Si legge fra' delitti la insubordinazione, ma non l'abuso del comando. Eppure tutto è patto in società, debiti e diritti sono vicendevoli, all'obbedienza cieca degli uni è contraposto il comandar giusto degli altri. Il procedimento nei giudizi militari è conforme al civile; stabilire il giuri, far migliore il processo di contumacia e di calunnia, surrogare in molti casi al carcere la sicurtà, perfezionare il dibattimento, usare più giustamente il criterio morale, sono i desidèri dei sapienti nel procedimento penale; ma non si poteva attendere il compimento del codice militare primaché del comune. Come che tale lo "statuto" del quale parlo, egli è forse il migliore dei codici militari europei.

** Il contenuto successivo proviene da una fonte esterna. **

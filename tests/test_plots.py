"""Figures (issue 6): every kind draws the dataset's own numbers and writes the requested image.

The plotted numbers are read back from the artists (``ax.lines[i].get_xydata()``, found by
their ``gid``) and compared with the dataset, so a figure cannot show the wrong variable. The
synthetic dataset is a stiffened spherical oscillator whose levels, series and wavefunctions
are known in closed form; the demo cases are run with :func:`anharmony.runner.run_case`.
"""

from __future__ import annotations

import math
import os
import re
import struct
import subprocess
import sys
from pathlib import Path

import numpy as np
import pytest
import yaml
from scipy import constants as sc
from scipy.special import binom, eval_genlaguerre, gammaln

os.environ.setdefault("MPLBACKEND", "Agg")

import matplotlib  # noqa: F401  # hard dependency: a broken install fails, not skips
import xarray as xr

from anharmony import plots
from anharmony.plots import _style
from anharmony.plots._common import level_label, pretty_units

ROOT = Path(__file__).resolve().parents[1]
CASES = ROOT / "cases"

RTOL_COPY = 1e-12  # plotted numbers are the dataset's, copied (abs/difference at most)
RTOL_REBUILD = 1e-8  # the well is rediagonalised in the run's basis: eigh-level agreement
ATOL_DENSITY = 1e-12  # of the peak: a 30-state basis holds the exact oscillator states (~1e-15)
RTOL_NORM = 1e-4  # the view cuts the tails (measured 2e-6) and the trapezoid rule adds ~1e-10
RTOL_FACTORIAL_FIT = 1e-2  # ratio method with 1/k corrections on 16 exact-model orders
MIN_LSTAR_STEP = 20.0  # neighbours in the palette differ by this much CIE L* (greyscale print)

WIDTH, HEIGHT, DPI = 4.0, 3.0, 50  # small, fast images: 200 x 150 pixels


# =========================================================================== fixtures
@pytest.fixture(autouse=True)
def _close_figures():
    yield
    import matplotlib.pyplot as plt

    plt.close("all")


SYNTHETIC_CASE = """\
schema: 1
title: Stiffened spherical oscillator (synthetic test data)
units: oscillator
space: {dimension: 3, l: [0, 1, 2], spin: 1/2}
well:
  - harmonic: {frequency: 1.0}
  - power: {exponent: 2, strength: 0.0}
reference: {frequency: 1.0}
basis: {size: 30}
levels: {count: 3}
scan:
  parameter: well[1].strength
  values: [0.0, 0.1, 0.2, 0.4]
perturbation: {orders: 8, resum: [pade, borel_pade]}
convergence: {sizes: [4, 8, 12, 16], lengths: [0.8, 1.0, 1.2], tolerance: 1.0e-8}
"""
SCAN = np.array([0.0, 0.1, 0.2, 0.4])
CHANNELS = [(0, 0.5, "s1/2"), (1, 0.5, "p1/2"), (1, 1.5, "p3/2"), (2, 1.5, "d3/2"),
            (2, 2.5, "d5/2")]
LEVELS, ORDERS = 3, 9
SIZES, LENGTHS = np.array([4, 8, 12, 16]), np.array([0.8, 1.0, 1.2])
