// Every group at once against the whole it belongs to: the largest common
// tail whose regions hold every group at the level under the margins' law.
void joint_limits(const whole& w, result& out) {
    const auto& gs = w.groups;
    const std::int64_t big_n = w.attempts, s = w.successes;
    const double widest = sidak_tail(w.level, gs.size()), narrowest = (1 - w.level) / 2;
    double stored = 0;
    const double q = static_cast<double>(s) / static_cast<double>(big_n), bn = static_cast<double>(big_n);
    for (const auto& g : gs) {
        const double n = static_cast<double>(g.attempts);
        const double sd = bn > 1 ? std::sqrt(n * q * (1 - q) * (bn - n) / (bn - 1)) : 0.0;
        stored += std::min(n + 1, 28 * sd + 3);
    }
    if (stored > max_stored)
        throw budget_exceeded("Exact limits for every group at once would store about " + format_short(stored) +
                              " probabilities, beyond the cap of " + format_number(max_stored) +
                              "; at these counts method \"normal\" is as accurate.");
    std::vector<marginal> laws;
    for (const auto& g : gs) laws.push_back(marginal_of(big_n, s, g.attempts));
    auto regions_at = [&](double t) {
        std::vector<std::pair<std::int64_t, std::int64_t>> region;
        for (const auto& m : laws) region.push_back(region_between(m.low(t), m.high(t)));
        return region;
    };
    // The tails at which some group's region changes, between the Sidak
    // tail and the one-group tail: the only values worth trying.
    std::vector<double> candidates{widest, narrowest};
    for (const auto& m : laws)
        for (const auto* side : {&m.below, &m.at_least})
            for (double v : *side)
                if (v > widest && v < narrowest) candidates.push_back(v);
    std::sort(candidates.begin(), candidates.end());
    candidates.erase(std::unique(candidates.begin(), candidates.end()), candidates.end());
    // The cost of one pass at the widest regions, times the passes of a bisection.
    const auto widest_regions = regions_at(widest);
    const double passes = std::ceil(std::log2(static_cast<double>(candidates.size()) + 1)) + 1;
    double chosen = widest;
    if (work_of(widest_regions, s) * passes > max_exact_work) {
        out.fell_back = true;
    } else if (all_inside(gs, widest_regions, big_n, s) >= w.level) {
        // The largest candidate whose regions still hold every group at the level.
        std::size_t good = 0, bad = candidates.size();
        while (bad - good > 1) {
            const std::size_t mid = (good + bad) / 2;
            if (all_inside(gs, regions_at(candidates[mid]), big_n, s) >= w.level) good = mid;
            else bad = mid;
        }
        chosen = candidates[good];
    }
    out.tail = chosen;
    const auto region = regions_at(chosen);
    for (std::size_t r = 0; r < gs.size(); ++r) {
        const double n = static_cast<double>(gs[r].attempts);
        out.rows[r].limits = {static_cast<double>(region[r].first) / n, static_cast<double>(region[r].second) / n};
    }
}

}  // namespace
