package org.fadebench.coding.stbc;

import java.io.IOException;
import java.math.BigDecimal;
import java.math.MathContext;
import java.nio.charset.StandardCharsets;
import java.nio.file.Files;
import java.nio.file.Path;
import java.util.List;
import java.util.Locale;
import java.util.Map;
import java.util.regex.Pattern;
import org.yaml.snakeyaml.LoaderOptions;
import org.yaml.snakeyaml.Yaml;
import org.yaml.snakeyaml.constructor.SafeConstructor;
import org.yaml.snakeyaml.error.Mark;
import org.yaml.snakeyaml.error.MarkedYAMLException;
import org.yaml.snakeyaml.error.YAMLException;
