"""The summary document's resolution figures and the HTML page's grade cells."""

from __future__ import annotations

import numpy as np

from workers import grading
from workers import summary as dhs
from workers.report import area_entry, build_summary
from workers.report_html import render


def test_each_area_reports_the_bounds_of_its_own_statistics():
    # bimodal +-3,000 m: the median's bound comes from the 0.3 m bins either side (0.01 % of
    # 3,000 m), not the 0.2 mm width at a median near 0; numpy.median as the reference
    x = np.concatenate([np.random.default_rng(2).normal(m, 0.05, 500) for m in (-3000, 3000)])
    entry = area_entry(dhs.summarise(x), {}, outlier_rule="nmad", outlier_factor=5.0)
    bound = entry["resolution_m"]["median"]
    assert abs(entry["stats"]["median"] - np.median(x)) <= bound
    assert bound > 0.1
    doc = build_summary(
        job={"name": "t"}, overall=entry, regions=[], tiles=[], reference_failures=[]
    )
    assert doc["quantile_resolution_m"]["overall"] == entry["resolution_m"]
    assert "independent pixels" in doc["overall_detail"]["confidence_95"]["assumes"]


def test_report_page_shows_the_nssda_sentence_and_the_scope():
    # NSSDA (FGDC-STD-007.3-1998): without a required accuracy the standard states a figure,
    # "Tested ... m vertical accuracy at 95 % confidence level"; the page shows that sentence
    m = grading.Measured(0.05, None, 30, 0, survey_rmse_m=0.01)
    grades = [grading.grade_nssda(m), grading.grade_asprs2014(m, class_cm=10)]
    stats = {"count": 30, "rmse": 0.05}
    cp = {
        "counts": {"used": 30, "read": 30, "rejected": 0},
        "stats": stats,
        "grading": grades,
        "cautions": ["30 of 30 checkpoints have no land-cover class: graded as non-vegetated"],
        "residuals_file": "checkpoint_residuals.csv",
    }
    doc = {
        "job": {"name": "t"},
        "sign": "test minus reference",
        "units": "metre",
        "overall": stats,
        "regions": [],
        "overall_detail": {},
        "checkpoints": cp,
    }
    page = render(doc)
    assert "Tested 0.098 m vertical accuracy at 95 % confidence level" in page
    assert "not decided" not in page
    assert "graded as non-vegetated" in page
    assert "VVA was not tested" in page
    assert "vva_95 – ≤ 0.300: not tested: no vegetated checkpoints" in page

XLVI. Il codice di amministrazione, ordinamento essenziale e bramato, restò come innanzi disperso in molte leggi, decreti ed ordinanze, sì che i giudici amministrativi dipendevano, più che non mai, dalle voglie o interessi del Governo; ché se nel decennio il supremo arbitrio s'imbatteva talvolta negl'intoppi del Consiglio di Stato, oggi (quel Consiglio disciolto) non aveva freni o ritegno. Tanto incivili sono le pratiche delle quali ragiono, che per esse la saggia o libera amministrazione del regno è tenuta in odio.